2. É cediço na jurisprudência que o provimento liminar, seja em sede
de Mandado de Segurança, seja por via de antecipação de tutela,
decorre sempre de um juízo provisório, passível de alteração a
qualquer tempo, quer pelo próprio juiz prolator da decisão, quer
pelo Tribunal ao qual encontra-se vinculado. A parte que o requer
fica sujeita à sua cassação, devendo arcar com os consectários
decorrentes do atraso ocasionado pelo deferimento da medida. Isto
porque a denegação final opera efeitos ex tunc. (Precedentes:(RESP
132.616/RS, DJ 26/03/2001; RESP 205.301/SP, Rel. Min. Eliana Calmon,
DJ 09/10/00;RESP 7.725/SP, Rel. Min. Milton Luiz Pereira, DJ
27/06/94)
3. Deveras, a doutrina não discrepa do referido entendimento. Assim
é que a sentença que nega a segurança é de caráter declaratório
negativo, cujo efeito, como é cediço, retroage à data da impetração.

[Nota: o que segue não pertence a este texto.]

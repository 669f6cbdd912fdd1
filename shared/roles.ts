/** What a person may be in a company. One person may hold several. */
export const ROLES = ['owner', 'super', 'operator', 'installer'] as const;
export type Role = (typeof ROLES)[number];

/**
 * Who may do what: the one table that the server refuses by and the screens hide by.
 * Reading is not listed: everyone in a company reads its jobs.
 */
const MAY = {
  'people.manage': ['owner'],
  'rules.change': ['owner'],
  'job.write': ['owner', 'super'],
  'footing.write': ['owner', 'super'],
  'benchmark.add': ['owner', 'super', 'operator'],
  'benchmark.change': ['owner', 'super'],
  'laser.write': ['owner', 'super'],
  /** An operator only until the first shot: see `outline.change-after-shots`. */
  'outline.change': ['owner', 'super', 'operator'],
  'outline.change-after-shots': ['owner', 'super'],
  'station.write': ['owner', 'super', 'operator'],
  /** An installer only rounds of the top: see `round.any-surface`. */
  'round.shoot': ['operator', 'installer'],
  'round.any-surface': ['operator'],
  'shot.strike-any': ['owner', 'super'],
  /** Records are shots of the own hand, or a super's strike of somebody else's. */
  'record.send': ['owner', 'super', 'operator', 'installer'],
} as const satisfies Record<string, readonly Role[]>;

export type Action = keyof typeof MAY;
export const ACTIONS: readonly Action[] = Object.keys(MAY) as Action[]; // Object.keys forgets the key type

/** Whether somebody with these roles may do this. */
export function may(roles: readonly Role[], action: Action): boolean {
  const allowed: readonly Role[] = MAY[action];
  return roles.some((role) => allowed.includes(role));
}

Assim, se da liminar que suspendeu a exigibilidade do crédito
tributário decorreu algum efeito, com o advento da sentença
denegatória não mais subsiste." Nessa vereda, pontifica Hely Lopes
Meirelles, com a acuidade que o notabilizou, que "uma vez cassada a
liminar ou cessada sua eficácia, voltam as coisas ao statu quo ante.
Assim sendo, o direito do Poder Público fica restabelecido in totum
para a execução do ato e de seus consectários, desde a data da
liminar." (cf. Mandado de Segurança, Ação Popular, Ação Civil
Pública, Mandado de Injunção, Habeas Data, 16ª edição atualizada por
Arnoldo Wald, Malheiros Editores, p. 62). O escólio de Lucia Valle
Figueiredo segue esse caminho ao dilucidar que "revogada a liminar,
ou melhor dizendo, cassada, uma vez que revogação, quer na teoria
geral do direito, quer no direito administrativo, tem sentido
absolutamente diferenciado, ou, então, absorvida por sentença
denegatória, volta-se ao statu quo ante. É dizer, o ato
administrativo revigora, recobra sua eficácia, como se nunca tivesse
perdido".(cf. Mandado de Segurança, 3ª edição, Malheiros Editores,
p. 151)" (RESP 132.616/RS, Rel. Min. Franciulli Netto, DJ
26/03/2001)
4. Afigura-se correta, portanto, a incidência de multa moratória
quando da denegação da ordem de segurança e conseqüente cassação da
liminar anteriormente deferida, uma vez que tanto a doutrina quanto
a jurisprudência desta Corte estão acordes nesse sentido.
5. O Supremo Tribunal Federal, conforme ressaltado, preconiza o
mesmo entendimento no verbete n. 405, que assim dispõe:"Denegado o
mandado de segurança pela sentença, ou no julgamento do agravo, dela
interposto, fica sem efeito a liminar concedida, retroagindo os
efeitos da decisão contrária." (fls. 186/187)
6. Aliás, o art. 63, § 2º, da Lei n.º 9.430/96, veio reforçar
referido entendimento ao dispor que "A interposição da ação judicial
favorecida com a medida liminar interrompe a incidência da multa de
mora, desde a concessão da medida judicial, até 30 dias após a data
da publicação da decisão judicial que considerar devido o tributo ou
contribuição."
7. Recurso especial provido.
Decisão Completa
Vistos, relatados e discutidos estes autos, acordam os Ministros da
PRIMEIRA TURMA do Superior Tribunal de Justiça, na conformidade dos
votos e das notas taquigráficas a seguir, por unanimidade, dar
provimento ao recurso especial, nos termos do voto do Sr. Ministro
Relator. Os Srs. Ministros Teori Albino Zavascki, Denise Arruda e
José Delgado votaram com o Sr. Ministro Relator.
Ausente, ocasionalmente, o Sr. Ministro Francisco Falcão.